ACTIVITY
Only lines holding "philip" are wanted; copy each of them from the records below.

Stored data:
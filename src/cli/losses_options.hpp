#pragma once

#include <array>
#include <optional>
#include <span>
#include <string>
#include <vector>

#include "cli/arguments.hpp"
#include "cli/run_files.hpp"
#include "rainledger/report/summary.hpp"

namespace rainledger {

inline constexpr std::array kLossesOptions{
    OptionRow{"ledger", "FILE.csv", "the ledger, a row for every surface and step (mm, h)"},
    OptionRow{"json", "FILE",
              "everything but the steps, for programs (mm, h, m2, m3, L/s);\n"
              "'-' writes it to standard output in place of the summary"},
    OptionRow{"chart", "FILE",
              "a picture of the losses, as its ending says: .svg, .png, .pdf or\n"
              ".txt; '-' draws it as text on standard output, after the summary"},
    OptionRow{"storm", "NAME", "the one storm that the chart shows"},
    OptionRow{"surface", "NAME", "the one surface that the chart shows"},
    OptionRow{"units", "mm|in",
              "units of summary and chart: mm, m2 or ha, m3, L/s (the default),\n"
              "or in, ac, ft3, ft3/s; the other files do not change"},
    OptionRow{"every", "DURATION",
              "rows of the ledger file at this step ('15 min') instead of the\n"
              "rain's own; totals, times and peaks do not change"},
    OptionRow{"quiet", "", "no warnings and notes on standard error"},
};

/// What `rainledger losses` was asked to do.
struct LossesOptions {
    std::string scenario;
    std::optional<std::string> ledger;  ///< path
    std::optional<std::string> json;    ///< path; "-" for standard output
    std::optional<std::string> chart;   ///< path; "-" for text on standard output
    std::optional<std::string> chart_storm;
    std::optional<std::string> chart_surface;
    std::optional<double> every_h;
    DisplayUnits units = DisplayUnits::metric;
    bool quiet = false;

    [[nodiscard]] bool json_on_stdout() const { return json == "-"; }
    /// The files to write, in their order.
    [[nodiscard]] std::vector<Output> outputs() const;
};

/// Reads the words after `losses`. Nothing with `problem`, one line, when they are wrong.
[[nodiscard]] std::optional<LossesOptions> read_losses_options(std::span<const std::string> given,
                                                               std::string& problem);

}  // namespace rainledger
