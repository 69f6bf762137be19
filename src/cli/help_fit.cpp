#include <cstddef>
#include <string>
#include <string_view>

#include "cli/fit_options.hpp"
#include "cli/help.hpp"
#include "cli/help_parts.hpp"

namespace rainledger {
namespace {

constexpr std::size_t kTextColumn = 26;

constexpr std::string_view kTop =
    R"(rainledger fit: infiltration laws fitted to a field test; a summary on standard output.

Usage:
  rainledger fit TEST.yaml [options]        a field test
  rainledger fit READINGS.csv [options]     its readings alone, all laws fitted
      [--ring '300 mm, 600 mm'] [--design-factor NUMBER]

)";

constexpr std::string_view kShort =
    R"(  --csv FILE.csv          readings, rates and the fitted value of each law
  --json FILE             everything, for programs; '-' for standard output
  --yaml FILE.yaml        the 'losses:' of the best law, for a scenario
  --law NAME              the law of --yaml: horton, green_ampt or philip
  --chart FILE            a picture: .svg, .png, .pdf, .txt; '-' for standard output
  --units mm|in           units of summary and chart
  --quiet                 no warnings and notes on standard error
)";

constexpr std::string_view kMore = R"(
TEST.yaml names the readings, relative to its own folder, and says how to fit them:

  title: Quarry Row, pit 3
  readings: pit3.csv
  ring: {inner_diameter: 300 mm, outer_diameter: 600 mm}
  laws: [horton, green_ampt, philip]    # or kostiakov, modified_kostiakov; all unless given
  steady_rate: {use: fitted}            # or {fixed: 32 mm/h}, or {from: tail}: Horton's fc
  ignore_first: 0 min                   # left out at the start
  design_factor: 2                      # divides every rate for design; 1, none, unless given

The readings are a CSV, a row per reading, the time counted from the start of the test:

  time [min],drop [mm]
  5,12
  10,8.5
  15,7

  drop [mm]          fall of the water since the row before
  infiltrated [mm]   or: depth since the start
  volume_added [mL]  or: added since the row before to hold the level; needs the ring
  water_level [mm]   or: over any fixed mark; a column 'refill' marks the level after filling up
  pit                if there are several: the pit of each row; fitted apart and together

Examples:
  rainledger fit pit3.yaml
  rainledger fit pit3.csv --ring '300 mm, 600 mm' --chart pit3.svg
  rainledger fit pit3.yaml --yaml pit3_losses.yaml --law green_ampt

The file of --yaml holds 'losses:' as a surface of a scenario takes it.

Defaults: the summary in mm, no files.
A file appears whole or not at all, and none if the chart cannot be drawn; gnuplot draws it.
The summary goes to standard output; warnings, notes and errors go to standard error.
)";

constexpr std::string_view kCautionText = R"(
A test shows a small area under ponded water, on one day; rings disturb the soil, and a single
ring also loses water sideways. A design allowance is the engineer's.
)";

}  // namespace

std::string fit_help(HelpWanted page) {
    std::string out(kTop);
    if (page != HelpWanted::long_page) return out.append(kShort) + help_line(kTextColumn);
    out += option_lines(kFitOutputs, kTextColumn) + help_line(kTextColumn);
    out += "\nWith a CSV of readings\n" + option_lines(kFitReadings, kTextColumn);
    return out.append(kMore).append(kExitStatuses).append(kCautionText);
}

}  // namespace rainledger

ANSWER TO THE PROBLEM
  --law NAME              the law of --yaml: horton, green_ampt or philip
  laws: [horton, green_ampt, philip]    # or kostiakov, modified_kostiakov; all unless given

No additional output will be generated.